Business Leaders See China As Dominant Economic Force In Future

March 30, 2007
But U.S. and Europe are behind India in going after the Chinese market.

Chinese companies could become the largest grouping among the Fortune Global 500 by 2040 according to 60% of the 700 business leaders, government officials, leading academics and futurists from across 60 countries who participated in the survey entitled, "The Future of China's Economy, The Path to 2020 - Opportunities, Challenges and Uncertainties."

The survey, conducted by Global Futures and Foresight (GFF) and Fast Future, found other sweeping changes ahead:

  • 30% believe China's economy will overtake that of the U.S. by 2025 and 73% believe it will happen by 2035.
  • 89% of respondents think international companies will consider it essential to be listed on a Chinese stock market.
  • 78% believe that the Chinese stock market will overtake the New York Stock Exchange in size.

Even with the knowledge of the importance of China as part of a strategic business plan, Europe and the U.S. are lagging behind their Asian counterparts in their plans for the Chinese market:

  • 65% of respondents claim to have had no direct Chinese business experience.
  • 65% of respondents receive no revenues or profits from China.
  • 55% of respondents expect China to increasingly become the launch market for new products and services.
  • 43% of Indian respondents were already generating revenues from the Chinese market, compared to only 25% from North America and 34% from Europe.
  • By 2020, 25% of Indian respondents expect to earn over 40% of profits from China, compared to just 8% of Europeans and only 12% of North Americans.

"Many still seem to hope the 'China issue' will go away -- but hope is not a strategy. Western businesses need to recognize the opportunities that this powerful market presents and face up to the challenges. Business leaders are clearly worried about the impact China will have in their own markets and on western business practices. However fear of the unknown, a lack of market knowledge, language barriers, limited cultural understanding and concerns about corruption and bureaucracy are leading to hesitancy and inertia. The way forward is to start developing true market insight, take the first steps and learn by doing," said Rohit Talwar, CEO of GFF.

The study also found that there is a clear expectation that China's market power will transform the way the West does business.

  • 45% of respondents think Chinese culture and business practices will enter western corporate life.
  • 48% believe key industry and market decisions will be taken in China.
  • 70% of respondents believe it will be considered normal for U.S. and European workers to be employed by Chinese owned companies by 2030.

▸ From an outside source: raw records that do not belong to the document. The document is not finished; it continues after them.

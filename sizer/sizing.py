"""The lightest passing section of a catalogue, and why each lighter one fails.

Speed by design:
1. Superposition: each load case is solved once with unit rigidities, plus one unit self-weight
   solution. A section's actions are A_loads + m * A_unit_weight (m: its mass per length); its
   displacements are the unit-rigidity ones divided by its own EIz, EIy per component. Exact
   without springs; with springs the forces depend on stiffness and each section is solved.
2. Screen: every section x combination x station at once with numpy. Upper bounds of each stress
   from the per-unit-action peaks (|sigma| <= sum |action_i| * peak_i); axial, buckling and
   deflection are exact.
3. Lower bound: where the upper bound says "fails", the full stress field at the screen's worst
   stations (stations the full check also uses) gives a true lower bound of the full check; above
   1.0 the section certainly fails.
4. Confirm: the choice, the runners-up shown, and every section the bounds cannot decide rest on
   the full stress-field check (checks.check_design), the same as `sizer check`.
"""

from __future__ import annotations

from dataclasses import dataclass, field
from typing import Any, Sequence

import numpy as np

from sizer.analysis import solve_member, stations
from sizer.checks import (CheckReport, StationStresses, buckling_axes, check_design, full_field_stresses, relative_to_supports, spans,
                          to_section_axes)
from sizer.design import Design, oriented_stiffness
from sizer.errors import InputError
from sizer.model import Material, Member, Stiffness

SCREEN_CHUNK = 30_000  # section x combination x station values screened at once (fits the CPU caches)
STRESS_CHECKS = ("bending", "interaction", "shear", "equivalent")


@dataclass
class Candidate:
    """One catalogue section in the sizing run."""

    name: str
    spec: Any
    props: Any
    mass_per_length: float
    upper: dict[str, float] = field(default_factory=dict)  # check -> upper bound of its utilization
    lower: dict[str, float] = field(default_factory=dict)  # check -> proven lower bound (exact for axial, buckling, deflection)
    worst: dict[str, tuple[int, int]] = field(default_factory=dict)  # check -> (combination, station) of the upper bound
    buckling_stress: float = np.inf  # Pa, smallest flexural buckling stress of the principal axes
    report: CheckReport | None = None  # full check, where made

    @property
    def decided_by(self) -> str:
        return "full stress field" if self.report is not None else "screen"

    @property
    def passes(self) -> bool:
        return self.report.passes if self.report is not None else False

    @property
    def screen_utilization(self) -> float:
        return max(self.upper.values(), default=0.0)

    @property
    def lower_bound(self) -> tuple[str, float]:
        """(check, utilization) of the largest proven lower bound."""
        return max(self.lower.items(), key=lambda item: item[1], default=("", 0.0))

    @property
    def certainly_fails(self) -> bool:
        return self.report is None and self.lower_bound[1] > 1.0

    @property
    def utilization(self) -> float:
        return self.report.utilization if self.report is not None else self.lower_bound[1]

    @property
    def governing(self) -> str:
        if self.report is not None:
            return self.report.governing.check if self.report.governing is not None else ""
        return self.lower_bound[0]


@dataclass
class SizingResult:
    member: Member
    material: Material
    candidates: list[Candidate]  # every candidate after filters, by mass per length
    chosen: Candidate | None
    strongest: Candidate | None = None  # when nothing passes: the least utilized on the full check
    notes: list[str] = field(default_factory=list)

    @property
    def full_checks(self) -> int:
        return sum(1 for c in self.candidates if c.report is not None)


# ----------------------------------------------------------------------------------------------
# candidates

def candidate_sections(catalogue: Any, member: Member, material: Material, families: Sequence[str],
                       max_depth: float | None, max_width: float | None) -> list[Candidate]:
    """Catalogue sections after the filters, with properties (cached), sorted by mass per length.
    Depth and width are as installed (a minor orientation swaps them)."""
    from sizer.sections import section_properties_many

    specs = catalogue.select(families)
    properties = section_properties_many(specs, material.density)
    candidates = []
    for spec, props in zip(specs, properties):
        depth, width = (props.depth, props.width) if member.orientation == "major" else (props.width, props.depth)
        if max_depth is not None and depth > max_depth * (1 + 1e-9):
            continue
        if max_width is not None and width > max_width * (1 + 1e-9):
            continue
        weakest = min(axis.critical_stress for axis in buckling_axes(member, props, material))
        candidates.append(Candidate(spec.name, spec, props, props.area * material.density, buckling_stress=weakest))
    if not candidates:
        raise InputError("", "--max-depth", "no catalogue section fits the depth and width limits", "relax --max-depth / --max-width")
    candidates.sort(key=lambda c: (c.mass_per_length, c.name))
    return candidates


def has_springs(member: Member) -> bool:
    return any(support.springs for support in member.supports)


def design_for(member: Member, material: Material, candidate: Candidate) -> Design:
    """A solved Design for one candidate (its own stiffness and self-weight)."""
    stiffness = oriented_stiffness(candidate.props, material, member.orientation)
    mass = candidate.mass_per_length if member.self_weight_case else None
    solution = solve_member(member, stiffness, mass)
    return Design(member, solution, material, candidate.spec, candidate.props, stiffness, candidate.mass_per_length)


def full_check(member: Member, material: Material, candidate: Candidate) -> CheckReport:
    """The full stress-field check of one candidate (the same as `sizer check`)."""
    from sizer.sections import unit_stress_field

    if candidate.report is None:
        candidate.report = check_design(design_for(member, material, candidate), unit_stress_field(candidate.spec))
    return candidate.report


# ----------------------------------------------------------------------------------------------
# screen

@dataclass(frozen=True)
class ScreenData:
    """What the screen needs, for all candidates and the shared stations."""

    xs: np.ndarray
    sides: np.ndarray
    loads: np.ndarray  # (C, N, 6) actions from the loads alone, member axes
    per_mass: np.ndarray  # (C, N, 6) actions per kg/m of self-weight
    area: np.ndarray  # (S,)
    mass: np.ndarray  # (S,)
    sigma_peak: np.ndarray  # (S, 3) |sigma| per unit N, My, Mz (section axes)
    tau_peak: np.ndarray  # (S, 3) |tau| per unit Vy, Vz, T
    buckling_stress: np.ndarray  # (S,) smallest critical stress of the two principal axes


def load_and_weight_factors(base: Design) -> np.ndarray:
    """(2C, n_cases + 1) combination factors: the loads alone (rows 0..C-1), then the self-weight
    per kg/m (rows C..2C-1), for MemberSolution.weighted_actions / weighted_displacements."""
    loads = base.solution.weights(None)
    return np.vstack([loads, base.solution.weights(1.0) - loads])


def screen_data(candidates: list[Candidate], member: Member, base: Design, n_even: int) -> ScreenData:
    """Actions at the section-independent stations (all of which the full check also uses)."""
    from sizer.sections import peak_unit_stresses

    xs, sides = stations(member, n_even)
    loads, per_mass = np.split(base.solution.weighted_actions(load_and_weight_factors(base), xs, sides), 2)
    peaks = [peak_unit_stresses(c.spec) for c in candidates]
    return ScreenData(xs, sides, loads, per_mass,
                      np.array([c.props.area for c in candidates]), np.array([c.mass_per_length for c in candidates]),
                      np.array([p[0] for p in peaks]), np.array([p[1] for p in peaks]),
                      np.array([c.buckling_stress for c in candidates]))


def screen(candidates: list[Candidate], member: Member, material: Material, base: Design, n_even: int = 200) -> ScreenData:
    """Upper bounds (and exact axial, buckling, deflection) for every candidate, in chunks of sections."""
    data = screen_data(candidates, member, base, n_even)
    per_section = data.loads.size // 6
    chunk = max(1, SCREEN_CHUNK // max(per_section, 1))
    for start in range(0, len(candidates), chunk):
        block = slice(start, min(start + chunk, len(candidates)))
        actions = to_section_axes(data.loads[None] + data.mass[block, None, None, None] * data.per_mass[None], member.orientation)
        for name, (values, positions) in screen_block(actions, data, block, material, member).items():
            for offset, candidate in enumerate(candidates[block]):
                candidate.upper[name] = float(values[offset])
                candidate.worst[name] = positions[offset]
                if name in ("axial", "buckling"):
                    candidate.lower[name] = float(values[offset])
    deflection = screen_deflection(candidates, member, base, data)
    if deflection is not None:
        for candidate, value in zip(candidates, deflection):
            candidate.upper["deflection"] = candidate.lower["deflection"] = float(value)
    return data


def _largest(values: np.ndarray) -> tuple[np.ndarray, list[tuple[int, int]]]:
    """Per section (first axis) the largest value of a (S, C, N) array, and its (combination, station)."""
    flat = values.reshape(len(values), -1)
    index = flat.argmax(axis=1)
    combos, points = np.unravel_index(index, values.shape[1:])
    return flat[np.arange(len(flat)), index], list(zip(combos.tolist(), points.tolist()))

China has been very active in pursuing its goals. "Chinese firms have increasingly ambitious overseas expansion plans and want to prove themselves in global markets. At the same time your competitors may be sourcing or manufacturing in China and taking advantage of the cost savings to compete with you in your domestic markets. Businesses of all sizes need to be clear on how they will respond," said David Smith, CEO of GFF.